Saved entries
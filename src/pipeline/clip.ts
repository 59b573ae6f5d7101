/**
 * One clip, end to end: probe → decode (one pass, gray frames) → track the coin frame by frame →
 * estimate the toss → one tidy toss row and one row per frame. A clip that cannot be measured gives a
 * `failed` row whose `error` says why; it never throws for bad input.
 */
import { STANDARD_GRAVITY } from '../physics/index.ts';
import { decodeFrames, probeFrameTimes, probeVideo, isVideoError, type VideoInfo } from '../video/index.ts';
import { createTracker, type FrameObservation } from '../vision/index.ts';
import { MEASURE_TRACKER_OPTIONS } from './trackerSettings.ts';
import { estimateToss, type Face, type TossEstimate } from '../estimate/index.ts';
import { FLAG_CODES, type FrameRow, type TossRow } from '../dataset/index.ts';

/** Everything one clip's measurement depends on, resolved before the work starts. */
export interface ClipJob {
  /** Absolute path of the clip. */
  file: string;
  /** The clip's path as the dataset shows it (relative to the input folder). */
  displayFile: string;
  tossId: string;
  tosser: string | null;
  /** Capture rate, frames/s; null: use the container's rate (and flag it). */
  captureFps: number | null;
  /** Where the rate came from; `gravity`: the study's median gravity rate (`--fps-from-gravity`), `calibration`: a calibration file. */
  fpsSource: 'manifest' | 'option' | 'container' | 'gravity' | 'calibration';
  coinDiameterMm: number;
  coinThicknessMm: number;
  scaleSource: 'manifest' | 'option' | 'default';
  focalPx: number | null;
  startFace: Face | null;
  observedFace: Face | null;
  landing: 'caught' | 'surface' | null;
  notes: string | null;
  /** Gravity, m/s². */
  gravity: number;
}

export interface ClipResult {
  toss: TossRow;
  frames: FrameRow[];
  /** Frames decoded per second of wall time (image work included). */
  framesPerSecond: number;
}

export interface ClipOptions {
  signal?: AbortSignal;
  /** ffmpeg decoder threads (default: ffmpeg's choice). */
  threads?: number;
}

const FLAG_SEVERITY = new Map<string, string>(FLAG_CODES.map((f) => [f.code, f.severity]));

/** The toss row's identity and context columns, shared by measured and failed rows. */
function baseRow(job: ClipJob, captureFps: number | null, fpsSource: string): TossRow {
  return {
    toss_id: job.tossId,
    file: job.displayFile,
    tosser: job.tosser,
    status: 'failed',
    flags: '',
    error: null,
    capture_fps: captureFps,
    fps_source: fpsSource,
    gravity_fps: null,
    px_per_m: null,
    scale_source: job.scaleSource,
    frames_total: null,
    frames_tracked: null,
    release_t_s: null,
    catch_t_s: null,
    flight_time_s: null,
    flight_time_se_s: null,
    launch_speed_m_s: null,
    apex_height_m: null,
    spin_rev_s: null,
    spin_rev_s_se: null,
    precession_deg: null,
    precession_deg_se: null,
    momentum_tilt_deg: null,
    face_changes: null,
    start_face: job.startFace,
    predicted_face: null,
    observed_face: job.observedFace,
    same_side_predicted: null,
    p_same_side: null,
    fit_rms: null,
    focal_px: job.focalPx,
    camera_roll_deg: null,
    gravity_fps_se: null,
    px_per_m_se: null,
    launch_speed_se_m_s: null,
    momentum_tilt_deg_se: null,
    p_same_side_se: null,
    coin_diameter_mm: job.coinDiameterMm,
    coin_thickness_mm: job.coinThicknessMm,
    landing: job.landing,
    notes: job.notes,
    container_fps: null,
    frames_dropped: null,
    depth_change_m: null,
    scale_change_ratio: null,
    predicted_face_p: null,
  };
}

/** A `failed` row for a clip that could not be measured. */
export function failedClipRow(job: ClipJob, message: string): TossRow {
  return { ...baseRow(job, job.captureFps, job.fpsSource), flags: 'not_measured', error: message };
}

function tossRow(job: ClipJob, info: VideoInfo, captureFps: number, est: TossEstimate, flags: string[], droppedFrames: number | null): TossRow {
  const flagged = flags.some((f) => FLAG_SEVERITY.get(f) === 'flag');
  return {
    ...baseRow(job, captureFps, job.fpsSource),
    status: flagged ? 'flagged' : 'ok',
    flags: flags.join(';'),
    gravity_fps: est.gravityFps,
    px_per_m: est.pxPerM,
    frames_total: info.frameCount,
    frames_tracked: est.framesTracked,
    release_t_s: est.releaseTS,
    catch_t_s: est.catchTS,
    flight_time_s: est.flightTimeS,
    flight_time_se_s: est.flightTimeSeS,
    launch_speed_m_s: est.launchSpeedMS,
    apex_height_m: est.apexHeightM,
    spin_rev_s: est.spinRevS,
    spin_rev_s_se: est.spinRevSSe,
    precession_deg: est.precessionDeg,
    precession_deg_se: est.precessionDegSe,
    momentum_tilt_deg: est.momentumTiltDeg,
    face_changes: est.faceChanges,
    predicted_face: est.predictedFace,
    same_side_predicted: est.sameSidePredicted,
    p_same_side: est.pSameSide,
    fit_rms: est.fitRms,
    camera_roll_deg: est.cameraRollDeg,
    gravity_fps_se: est.gravityFpsSe,
    px_per_m_se: est.pxPerMSe,
    launch_speed_se_m_s: est.launchSpeedSeMS,
    momentum_tilt_deg_se: est.momentumTiltDegSe,
    p_same_side_se: est.pSameSideSe,
    container_fps: Number.isFinite(info.containerFps) ? info.containerFps : null,
    frames_dropped: droppedFrames,
    depth_change_m: est.depthChangeM,
    scale_change_ratio: est.scaleChangeRatio,
    predicted_face_p: est.predictedFaceP,
  };
}

function frameRows(tossId: string, obs: FrameObservation[], times: number[], est: TossEstimate): FrameRow[] {
  const deg = 180 / Math.PI;
  const num = (v: number) => (Number.isFinite(v) ? v : null);
  return obs.map((o, i) => ({
    toss_id: tossId,
    frame: o.frame,
    t_s: times[i],
    detected: o.detected,
    cx_px: o.detected ? num(o.cx) : null,
    cy_px: o.detected ? num(o.cy) : null,
    major_px: o.detected ? num(o.major) : null,
    minor_px: o.detected ? num(o.minor) : null,
    angle_deg: o.detected ? num(o.angleRad * deg) : null,
    axis_ratio: o.detected && o.major > 0 ? num(o.minor / o.major) : null,
    face_visible: 'unknown',
    occluded: o.occluded,
    in_flight: est.inFlight[i],
    model_axis_ratio: est.modelAxisRatio[i],
    residual: est.residual[i],
    touching_edge: o.touchingEdge,
    method: o.method,
    outline_growth_px: o.detected ? num(o.outlineGrowthPx) : null,
    end_growth_px: o.detected ? num(o.endGrowthPx) : null,
    block_matched: o.detected && o.method === 'boundary' && !Number.isFinite(o.fitRms),
  }));
}

/** Frames far from the image centre without a focal length: perspective not corrected (a note). */
function offAxis(obs: FrameObservation[], width: number, height: number): boolean {
  const half = Math.hypot(width, height) / 2;
  return obs.some((o) => o.detected && Math.hypot(o.cx - (width - 1) / 2, o.cy - (height - 1) / 2) > 0.35 * half);
}

/**
 * Measures one clip. Never throws for a bad clip: the problem becomes a `failed` row naming the file.
 * Rethrows only an abort (`signal`), so a cancelled study stops.
 */
export async function measureClip(job: ClipJob, opts: ClipOptions = {}): Promise<ClipResult> {
  const started = performance.now();
  let info: VideoInfo;
  try {
    info = await probeVideo(job.file, { signal: opts.signal });
  } catch (err) {
    if (opts.signal?.aborted) throw err;
    return { toss: failedClipRow(job, describe(err, job)), frames: [], framesPerSecond: 0 };
  }
  const flags: string[] = [];
  let captureFps = job.captureFps;
  if (captureFps === null) {
    captureFps = info.containerFps;
    flags.push('fps_from_container');
    if (!(captureFps > 0)) {
      return { toss: failedClipRow(job, `clip "${job.displayFile}": no capture rate in the manifest or options, and the container states none`), frames: [], framesPerSecond: 0 };
    }
  }
  const tracker = createTracker(MEASURE_TRACKER_OPTIONS);
  const observations: FrameObservation[] = [];
  try {
    // One decode buffer for the whole clip: the tracker copies each frame into its ring inside push().
    // The tracker keeps the decoded buffers of the frames it holds (no copy) and gives each back when done with it.
    for await (const frame of decodeFrames(job.file, { pixFmt: 'gray', signal: opts.signal, threads: opts.threads, info, reuseBuffer: 'released' })) {
      const o = tracker.push({ data: frame.data, width: frame.width, height: frame.height }, frame.release);
      if (o) observations.push(o); // the tracker reports each frame with a short lag (it may revise frames it holds)
    }
    observations.push(...tracker.flush());
  } catch (err) {
    if (opts.signal?.aborted) throw err;
    return { toss: failedClipRow(job, describe(err, job)), frames: [], framesPerSecond: 0 };
  }
  if (observations.length === 0) {
    return { toss: failedClipRow(job, `clip "${job.displayFile}": no frames could be decoded`), frames: [], framesPerSecond: 0 };
  }
  // True capture times from the container's timestamps: a dropped frame leaves a slot empty, a repeated one
  // shares a slot (DESIGN §5). Without usable timestamps, frame / capture rate.
  let times = observations.map((o) => o.frame / captureFps!);
  let droppedFrames: number | null = null;
  const stamps = await probeFrameTimes(job.file, info.containerFps, { signal: opts.signal }).catch(() => null);
  if (stamps && stamps.slot.length === observations.length && info.containerFps > 0) {
    droppedFrames = stamps.dropped + stamps.repeated;
    if (stamps.dropped > 0 || stamps.repeated > 0) {
      flags.push('frames_dropped');
      times = Array.from(stamps.slot, (slot) => slot / captureFps!);
    }
  }
  const est = estimateToss(observations, {
    captureFps,
    frameTimesS: times,
    coinDiameterM: job.coinDiameterMm / 1000,
    coinThicknessM: job.coinThicknessMm / 1000,
    focalPx: job.focalPx,
    width: info.width,
    height: info.height,
    startFace: job.startFace,
    gravity: job.gravity ?? STANDARD_GRAVITY,
  });
  if (job.focalPx === null && offAxis(observations, info.width, info.height)) flags.push('off_axis_no_focal');
  const allFlags = [...new Set([...flags, ...est.flags])].sort();
  const toss = tossRow(job, { ...info, frameCount: observations.length }, captureFps, est, allFlags, droppedFrames);
  const seconds = (performance.now() - started) / 1000;
  return { toss, frames: frameRows(job.tossId, observations, times, est), framesPerSecond: observations.length / seconds };
}

function describe(err: unknown, job: ClipJob): string {
  if (isVideoError(err)) return `clip "${job.displayFile}": ${err.problem}`;
  const text = err instanceof Error ? err.message : String(err);
  return `clip "${job.displayFile}": ${text}`;
}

*WORK TO COMPLETE*
Search the data for "framesPerSecond". Copy each line that has it.

*YOUR SOLUTION*
  framesPerSecond: number;
    return { toss: failedClipRow(job, describe(err, job)), frames: [], framesPerSecond: 0 };
      return { toss: failedClipRow(job, `clip "${job.displayFile}": no capture rate in the manifest or options, and the container states none`), frames: [], framesPerSecond: 0 };
    return { toss: failedClipRow(job, describe(err, job)), frames: [], framesPerSecond: 0 };
    return { toss: failedClipRow(job, `clip "${job.displayFile}": no frames could be decoded`), frames: [], framesPerSecond: 0 };
  return { toss, frames: frameRows(job.tossId, observations, times, est), framesPerSecond: observations.length / seconds };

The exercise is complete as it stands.